Somehow in the last few months I’d missed the serious update of Michael Schmidt’s Eureqa package for symbolic regression. Now available for Windows, Linux and Mac platforms, and featuring a very nice cloud integration for additional processing, this looks like a ground-breaker for usability and understandability in Symbolic Regression applications.
Here’s an introduction video. Michael does a much better job explaining it succinctly than I’ve seen before:
Interestingly, I stumbled across Michael’s update because I was writing to Cosma Shalizi, fishing for feedback from the Very Important Thinkers attending the Ockham’s Razor Workshop regarding (modern, multi-objective) symbolic regression of the style Michael’s project embodies. A lot of these same notions of Pareto Symbolic Regression were developed originally by Mark Kotanchek, Katya Vladislavleva and Guido Smits from Dow Chemical and Evolved Analytics, recently released in DataModeler for Mathematica.

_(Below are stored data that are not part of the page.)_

/** Computes a site's statement figures for one local month (the month so far when `untilMs` falls inside it). */
export function computeStatement(input: StatementInput): StatementResult {
  const { month, units } = input;
  const c = input.columns;
  const from = month.fromMs;
  if (c.fromMs !== from) throw new RangeError(`columns start at ${c.fromMs}, the month at ${from}`);
  const until = Math.min(month.toMs, Math.floor(input.untilMs / QUARTER_MS) * QUARTER_MS);
  const nB = Math.min(c.buckets, Math.max(0, Math.ceil((until - from) / QUARTER_MS)));
  const nAll = c.buckets;
  const slotOfId = new Map(c.unitIds.map((id, slot) => [id, slot]));
  /** Each unit's first element in the columns, or −1 when the columns do not hold it (no rows). */
  const baseOf = units.map((u) => {
    const slot = slotOfId.get(u.id);
    return slot === undefined ? -1 : slot * nAll;
  });
  const { minutes: cMin, poaAvgWm2: cPoa, energyWh: cE, moduleTempC: cT, settledMin: cSettled } = c;
  const { stowedMin: cStowed, heldMin: cHeld, faultMin: cFault } = c;
  const { modelUnitWm2: cMU, modelBestWm2: cMB, modelFixedWm2: cMF, modelSunWm2: cMS } = c;

  // Site-level per bucket: daylight, and a reference irradiance for units without a model.
  const daylight = new Uint8Array(nB);
  const refWm2 = new Float64Array(nB);
  // The site's modelled values of a bucket (NaN without), which a unit with no row that bucket borrows.
  const siteFixed = new Float64Array(nB).fill(NaN);
  const siteSun = new Float64Array(nB).fill(NaN);
  const siteBest = new Float64Array(nB).fill(NaN);
  for (let i = 0; i < nB; i++) {
    let best = -1;
    let poa = -1;
    let sB = NaN;
    let sF = NaN;
    let sS = NaN;
    for (const base of baseOf) {
      if (base < 0) continue;
      const ix = base + i;
      const mins = cMin[ix]!;
      if (mins !== mins) continue; // no row
      const mB = cMB[ix]!;
      if (mB === mB) {
        best = Math.max(best, mB);
        const mF = cMF[ix]!;
        const mS = cMS[ix]!;
        if (mF === mF && mS === mS) {
          sB = Math.max(mB, sB === sB ? sB : 0);
          sF = Math.max(mF, sF === sF ? sF : 0);
          sS = Math.max(mS, sS === sS ? sS : 0);
        }
      }
      if (mins > 0) poa = Math.max(poa, cPoa[ix]!);
    }
    siteBest[i] = sB;
    siteFixed[i] = sF;
    siteSun[i] = sS;
    let g = best >= 0 ? best : poa;
    if (g < 0) {
      const z = zenithEstimateDeg(input.site.latitudeDeg, input.site.longitudeDeg, from + i * QUARTER_MS + QUARTER_MS / 2);
      g = z < 90 ? clearSkyGhiHaurwitz(z) : 0;
    }
    refWm2[i] = g;
    daylight[i] = g >= DAYLIGHT_THRESHOLD_WM2 ? 1 : 0;
  }
  const dayOf = new Int32Array(nB);
  for (let i = 0, d = 0; i < nB; i++) {
    const b = from + i * QUARTER_MS;
    while (d < month.days.length - 1 && b >= month.days[d]!.toMs) d++;
    dayOf[i] = d;
  }

  // First pass: each unit's PR, for the site's median PR of the month.
  const prs: number[] = [];
  for (const [n, u] of units.entries()) {
    const base = baseOf[n]!;
    if (base < 0) continue;
    let e = 0;
    let h = 0;
    for (let i = 0; i < nB; i++) {
      const mins = cMin[base + i]!;
      if (mins !== mins) continue;
      e += cE[base + i]! / 1000;
      h += (cPoa[base + i]! * mins) / 60 / 1000;
    }
    const p0 = u.ratedPowerWp / 1000;
    if (h > 0 && p0 > 0) prs.push(e / p0 / h);
  }
  const medianPr = median(prs);
  const prMed = medianPr ?? 0;

  const siteSums = emptySums();
  const daySums = month.days.map(() => emptySums());
  const unitOut: StatementUnit[] = [];
  const exclusions: StatementExclusion[] = [];
  // A unit's sums of its current day: each bucket adds here once; a finished day folds into the unit's and the day's.
  const cur = emptySums();

  for (const [n, u] of units.entries()) {
    const base = baseOf[n]!;
    const p0 = u.ratedPowerWp / 1000;
    const sums = emptySums();
    const unitTickets = input.tickets.filter(
      (t) => (t.unitId === null || t.unitId === u.id) && !IN_SERVICE_CATEGORIES.includes(t.category),
    );
    const stalls = input.alarms.filter((a) => a.unitId === u.id && a.kind === 'stall');
    const soilings = input.alarms.filter((a) => a.unitId === u.id && a.kind === 'soiling');
    let open: StatementExclusion | null = null;
    let openEndMs = 0;
    const flush = () => {
      if (open) exclusions.push({ ...open, to: isoWithOffset(openEndMs, input.site.timeZone), lostKwh: round(open.lostKwh, 3) });
      open = null;
    };

    /** kWh per (W/m² · minute) at the site's median PR. */
    const kPr = (prMed * p0) / 60 / 1000;
    clearSums(cur);
    cur.periods.clear();
    let curDay = nB > 0 ? dayOf[0]! : 0;
    for (let i = 0; i < nB; i++) {
      if (dayOf[i] !== curDay) {
        addInto(sums, cur);
        addInto(daySums[curDay]!, cur);
        clearSums(cur);
        cur.periods.clear();
        curDay = dayOf[i]!;
      }
      const b = from + i * QUARTER_MS;
      const mid = b + QUARTER_MS / 2;
      const ix = base < 0 ? -1 : base + i;
      const reported = ix >= 0 ? cMin[ix]! : NaN;
      const hasRow = reported === reported;
      const minutes = hasRow ? Math.min(15, reported) : 0;
      const e = hasRow ? cE[ix]! / 1000 : 0;
      const hi = hasRow ? (cPoa[ix]! * minutes) / 60 / 1000 : 0;
      cur.energyKwh += e;
      cur.p0HiKwh += p0 * hi;
      cur.minutes += minutes;
      cur.expectedMinutes += 15;
      if (hasRow && hi > 0) {
        const tC = cT[ix]!;
        if (tC === tC) {
          cur.prStcNum += e;
          cur.prStcDen += p0 * temperatureFactor(input.gammaPerK, tC) * hi;
        }
      }
      const mU = hasRow ? cMU[ix]! : NaN;
      const mB = hasRow ? cMB[ix]! : NaN;
      const mF = hasRow ? cMF[ix]! : NaN;
      const mS = hasRow ? cMS[ix]! : NaN;
      const rowModelled = hasRow && mU === mU && mB === mB && mF === mF && mS === mS;
      // A bucket without a row borrows the site's modelled values (its peers'), so downtime without data is counted.
      const borrowed = !hasRow && siteBest[i] === siteBest[i];
      const stowed = hasRow ? nz(cStowed[ix]!) : 0;
      const held = hasRow ? nz(cHeld[ix]!) : 0;
      const fault = hasRow ? nz(cFault[ix]!) : 0;
      const producing = Math.max(0, minutes - stowed - held - fault);
      let stalled = false;
      if (producing > 0) for (const a of stalls) if (covers(a.fromMs, a.toMs, mid)) stalled = true;
      const gBest = rowModelled ? mB : borrowed ? siteBest[i]! : refWm2[i]!;
      /** kWh per minute at the best orientation, at the site's median PR. */
      const kBest = kPr * gBest;

      if (borrowed) {
        cur.modelledBest += kBest * 15;
        cur.downtime += kBest * 15;
        cur.fixedTwin += kPr * siteFixed[i]! * 15;
        cur.sunTwin += kPr * siteSun[i]! * 15;
      } else if (rowModelled) {
        const ratioOk = mU > 1 && e > 0;
        const bestProd = ratioOk ? (e * mB) / mU : kBest * producing;
        const gap = Math.max(0, bestProd - e);
        cur.modelledBest += bestProd + kBest * (15 - producing);
        cur.measuredModelled += e;
        const settledMostly = nz(cSettled[ix]!) >= producing / 2 && producing > 0;
        if (stalled) cur.downtime += gap;
        else if (settledMostly && mU < TRAP_RATIO * mB) cur.trapped += gap;
        cur.downtime += kBest * (15 - minutes + fault);
        cur.held += kBest * held;
        cur.stowed += kBest * stowed;
        if (soilings.length)
          for (const a of soilings)
            if (covers(a.fromMs, a.toMs, mid)) {
              cur.soiling += Math.max(0, prMed * p0 * hi - e);
              break;
            }
        const down = kPr * (15 - producing);
        cur.fixedTwin += (ratioOk ? (e * mF) / mU : kPr * mF * producing) + down * mF;
        cur.sunTwin += (ratioOk ? (e * mS) / mU : kPr * mS * producing) + down * mS;
      }

      if (daylight[i] === 1) {
        cur.daylightBuckets += 1;
        if (rowModelled || borrowed) cur.modelledDaylightBuckets += 1;
        const anyDown = minutes < 15 || stowed > 0 || held > 0 || fault > 0 || stalled;
        const pieces = anyDown ? downPieces(unitTickets, mid, kBest, minutes, stowed, held, fault, stalled ? producing : 0) : NO_PIECES;
        if (stalled) pieces[pieces.length - 1]!.lostKwh = Math.max(0, kBest * producing - e);
        for (const p of pieces) addPeriod(cur, p.category, p.minutes * 60_000, 0, p.lostKwh);
        addPeriod(cur, null, (stalled ? 0 : producing) * 60_000, e, 0);
        // The exclusion list: one interval per run of buckets with the same category, source and ticket.
        let main: DownPiece | undefined;
        for (const p of pieces) if (!main || p.minutes > main.minutes) main = p;
        if (!main) flush();
        else {
          const same =
            open && open.category === main.category && open.source === main.source && open.ticketId === main.ticketId && openEndMs === b;
          if (!same) {
            flush();
            open = {
              serial: u.serial,
              from: isoWithOffset(b, input.site.timeZone),
              to: '',
              minutes: 0,
              category: main.category,
              source: main.source,
              ticketId: main.ticketId,
              excused: EXCUSED_CATEGORIES.includes(main.category),
              lostKwh: 0,
            };
          }
          for (const p of pieces) {
            open!.minutes += p.minutes;
            open!.lostKwh += p.lostKwh;
          }
          openEndMs = b + QUARTER_MS;
        }
      } else flush();
    }
    if (nB > 0) {
      addInto(sums, cur);
      addInto(daySums[curDay]!, cur);
    }
    flush();
    sums.p0Kwp = p0;
    addInto(siteSums, sums);
    unitOut.push({ unitId: u.id, serial: u.serial, ...figuresOf(sums, p0) });
  }
  const p0Site = units.reduce((s, u) => s + u.ratedPowerWp / 1000, 0);
  const days: StatementDay[] = month.days.map((d, i) => {
    const s = daySums[i]!;
    const f = figuresOf(s, p0Site);
    return {
      date: d.date,
      hours: d.hours,
      energyKwh: f.energyKwh,
      hiKwhM2: f.hiKwhM2,
      yfH: d.fromMs < until ? f.yfH : null,
      pr: f.pr,
      completeness: f.completeness,
      availabilityTimeRaw: f.availability.timeRaw,
      gainOverFixedPct: f.gains.gainOverFixedPct,
      gainOverSunPct: f.gains.gainOverSunPct,
    };
  });
  return { site: figuresOf(siteSums, p0Site), units: unitOut, days, exclusions, medianPr };
}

It’s fascinating to me how little professional attention crosses in either direction between the machine learning/statistical theory folks and genetic programming folks. Important work in both fields is essentially invisible across that divide. As the years go by the dichotomy is getting somehow deeper, to the point where I expect they’re just going to run into one another headed the other way, when they both circumnavigate the network of All Possible Approaches to Science and Engineering in their rush apart….
Note, as clarification: I am not including any chapters on symbolic regression in the book. Symbolic regression is an amazing and rapidly maturing field, and I count it pretty much “done” with the release of DataModeler and Formulize. From here on, it’s a field in its own right, not least because the tricks and techniques useful in addressing quantitative modeling projects like these are quite different from the qualitative and structural modeling projects we’re doing in the book.
Still, download and play with Eurequa II, and see what you can understand.